**Your task**
Filter the data below for the string "values" and copy each matching line.

Collected data entries
---
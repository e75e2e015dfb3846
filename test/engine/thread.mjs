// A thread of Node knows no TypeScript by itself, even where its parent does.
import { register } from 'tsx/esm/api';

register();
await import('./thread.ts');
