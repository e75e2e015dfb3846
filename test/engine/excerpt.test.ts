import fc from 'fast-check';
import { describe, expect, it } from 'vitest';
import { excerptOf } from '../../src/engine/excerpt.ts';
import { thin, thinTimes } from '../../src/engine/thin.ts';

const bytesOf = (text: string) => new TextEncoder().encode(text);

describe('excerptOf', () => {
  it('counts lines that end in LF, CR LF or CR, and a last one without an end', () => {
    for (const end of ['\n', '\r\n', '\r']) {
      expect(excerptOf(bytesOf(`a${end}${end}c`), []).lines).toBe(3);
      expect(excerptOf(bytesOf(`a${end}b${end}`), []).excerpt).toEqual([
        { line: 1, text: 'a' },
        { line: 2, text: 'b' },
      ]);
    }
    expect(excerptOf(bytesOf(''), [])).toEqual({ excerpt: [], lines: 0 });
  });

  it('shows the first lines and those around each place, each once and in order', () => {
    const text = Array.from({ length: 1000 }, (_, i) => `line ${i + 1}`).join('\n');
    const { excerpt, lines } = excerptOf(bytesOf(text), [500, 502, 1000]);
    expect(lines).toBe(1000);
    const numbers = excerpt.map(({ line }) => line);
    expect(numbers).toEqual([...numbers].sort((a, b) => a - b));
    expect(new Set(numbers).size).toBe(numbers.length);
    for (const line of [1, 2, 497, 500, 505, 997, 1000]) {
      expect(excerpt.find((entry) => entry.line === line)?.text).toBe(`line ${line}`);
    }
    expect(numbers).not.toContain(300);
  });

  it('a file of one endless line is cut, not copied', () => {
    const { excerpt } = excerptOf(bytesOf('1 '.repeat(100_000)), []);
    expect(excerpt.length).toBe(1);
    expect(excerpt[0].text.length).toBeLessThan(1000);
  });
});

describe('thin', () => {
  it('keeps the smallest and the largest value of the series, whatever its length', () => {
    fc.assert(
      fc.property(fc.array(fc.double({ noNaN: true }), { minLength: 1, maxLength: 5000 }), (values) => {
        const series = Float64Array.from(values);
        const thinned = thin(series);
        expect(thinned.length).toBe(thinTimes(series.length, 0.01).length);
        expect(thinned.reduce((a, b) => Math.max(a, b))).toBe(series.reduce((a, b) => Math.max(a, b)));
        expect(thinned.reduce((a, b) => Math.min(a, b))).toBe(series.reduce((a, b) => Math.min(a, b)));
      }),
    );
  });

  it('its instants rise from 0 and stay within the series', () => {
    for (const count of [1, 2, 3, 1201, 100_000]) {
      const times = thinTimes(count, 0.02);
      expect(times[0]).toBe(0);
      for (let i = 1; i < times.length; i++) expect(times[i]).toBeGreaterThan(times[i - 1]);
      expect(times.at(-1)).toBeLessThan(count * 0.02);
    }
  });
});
---
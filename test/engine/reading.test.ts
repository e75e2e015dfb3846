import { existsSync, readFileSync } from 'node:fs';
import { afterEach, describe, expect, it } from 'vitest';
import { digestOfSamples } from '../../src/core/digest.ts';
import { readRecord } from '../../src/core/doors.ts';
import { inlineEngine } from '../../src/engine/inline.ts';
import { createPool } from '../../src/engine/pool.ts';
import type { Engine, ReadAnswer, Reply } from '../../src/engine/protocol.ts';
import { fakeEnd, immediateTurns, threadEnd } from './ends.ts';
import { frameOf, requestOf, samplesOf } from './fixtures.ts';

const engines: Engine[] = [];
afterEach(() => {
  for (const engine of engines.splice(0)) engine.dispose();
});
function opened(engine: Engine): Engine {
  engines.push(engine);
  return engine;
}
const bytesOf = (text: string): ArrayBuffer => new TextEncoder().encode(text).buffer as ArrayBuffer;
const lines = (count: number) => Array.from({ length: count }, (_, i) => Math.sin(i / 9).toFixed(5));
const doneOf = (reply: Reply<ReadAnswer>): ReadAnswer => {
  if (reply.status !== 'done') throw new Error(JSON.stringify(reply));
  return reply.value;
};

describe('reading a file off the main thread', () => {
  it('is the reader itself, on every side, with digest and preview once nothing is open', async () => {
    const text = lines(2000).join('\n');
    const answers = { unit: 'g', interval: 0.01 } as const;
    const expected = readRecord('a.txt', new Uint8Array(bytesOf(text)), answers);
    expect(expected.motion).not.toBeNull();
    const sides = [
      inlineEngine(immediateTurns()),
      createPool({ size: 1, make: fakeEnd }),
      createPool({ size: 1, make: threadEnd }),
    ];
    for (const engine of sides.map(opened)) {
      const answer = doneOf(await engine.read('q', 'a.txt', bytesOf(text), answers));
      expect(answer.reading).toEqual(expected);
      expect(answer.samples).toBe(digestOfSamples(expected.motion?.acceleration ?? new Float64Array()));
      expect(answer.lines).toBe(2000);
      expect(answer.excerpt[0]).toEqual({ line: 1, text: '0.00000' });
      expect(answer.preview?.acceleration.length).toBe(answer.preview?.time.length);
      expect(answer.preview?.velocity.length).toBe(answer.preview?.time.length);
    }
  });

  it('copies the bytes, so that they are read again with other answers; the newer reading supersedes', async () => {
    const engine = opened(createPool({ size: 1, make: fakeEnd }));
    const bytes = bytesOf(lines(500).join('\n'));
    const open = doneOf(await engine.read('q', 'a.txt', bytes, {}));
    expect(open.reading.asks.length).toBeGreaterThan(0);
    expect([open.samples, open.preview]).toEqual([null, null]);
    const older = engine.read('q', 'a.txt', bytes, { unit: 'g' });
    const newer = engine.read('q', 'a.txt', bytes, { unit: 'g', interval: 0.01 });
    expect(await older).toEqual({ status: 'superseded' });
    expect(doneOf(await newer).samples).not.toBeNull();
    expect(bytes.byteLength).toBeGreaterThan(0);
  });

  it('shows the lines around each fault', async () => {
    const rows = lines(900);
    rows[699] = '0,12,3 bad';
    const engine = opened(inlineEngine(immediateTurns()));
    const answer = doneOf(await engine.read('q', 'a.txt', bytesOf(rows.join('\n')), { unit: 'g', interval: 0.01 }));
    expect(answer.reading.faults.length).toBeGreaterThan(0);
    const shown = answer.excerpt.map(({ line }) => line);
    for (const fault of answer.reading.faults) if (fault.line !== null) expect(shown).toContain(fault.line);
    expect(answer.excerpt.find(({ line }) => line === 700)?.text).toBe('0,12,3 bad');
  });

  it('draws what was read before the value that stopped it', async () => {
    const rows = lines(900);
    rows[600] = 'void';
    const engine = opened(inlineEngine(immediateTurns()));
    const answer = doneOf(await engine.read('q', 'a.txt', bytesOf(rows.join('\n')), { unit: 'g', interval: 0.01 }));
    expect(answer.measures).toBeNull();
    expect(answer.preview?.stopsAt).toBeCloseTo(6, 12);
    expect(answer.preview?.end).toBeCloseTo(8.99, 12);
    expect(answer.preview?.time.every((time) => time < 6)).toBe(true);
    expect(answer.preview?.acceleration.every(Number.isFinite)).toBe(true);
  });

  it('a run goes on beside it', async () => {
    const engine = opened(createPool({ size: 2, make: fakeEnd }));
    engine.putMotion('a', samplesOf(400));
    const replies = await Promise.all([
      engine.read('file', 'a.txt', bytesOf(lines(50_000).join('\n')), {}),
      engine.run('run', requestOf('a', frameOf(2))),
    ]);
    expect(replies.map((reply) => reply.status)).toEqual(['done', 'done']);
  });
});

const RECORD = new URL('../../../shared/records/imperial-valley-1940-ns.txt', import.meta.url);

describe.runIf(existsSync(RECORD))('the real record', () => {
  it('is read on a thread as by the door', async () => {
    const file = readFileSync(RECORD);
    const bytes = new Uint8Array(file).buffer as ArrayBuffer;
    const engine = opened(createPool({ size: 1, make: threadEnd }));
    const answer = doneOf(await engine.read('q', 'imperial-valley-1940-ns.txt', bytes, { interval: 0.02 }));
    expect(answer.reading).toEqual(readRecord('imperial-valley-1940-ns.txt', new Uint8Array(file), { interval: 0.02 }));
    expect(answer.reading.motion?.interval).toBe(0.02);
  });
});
---
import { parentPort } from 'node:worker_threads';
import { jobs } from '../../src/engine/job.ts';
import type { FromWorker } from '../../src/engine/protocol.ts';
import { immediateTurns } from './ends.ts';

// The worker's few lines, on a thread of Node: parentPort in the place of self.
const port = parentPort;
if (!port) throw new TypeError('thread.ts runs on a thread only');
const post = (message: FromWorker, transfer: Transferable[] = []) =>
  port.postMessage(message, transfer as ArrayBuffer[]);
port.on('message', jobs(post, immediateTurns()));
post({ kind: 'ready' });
---
**Solution to the problem**
      fc.property(fc.array(fc.double({ noNaN: true }), { minLength: 1, maxLength: 5000 }), (values) => {
        const series = Float64Array.from(values);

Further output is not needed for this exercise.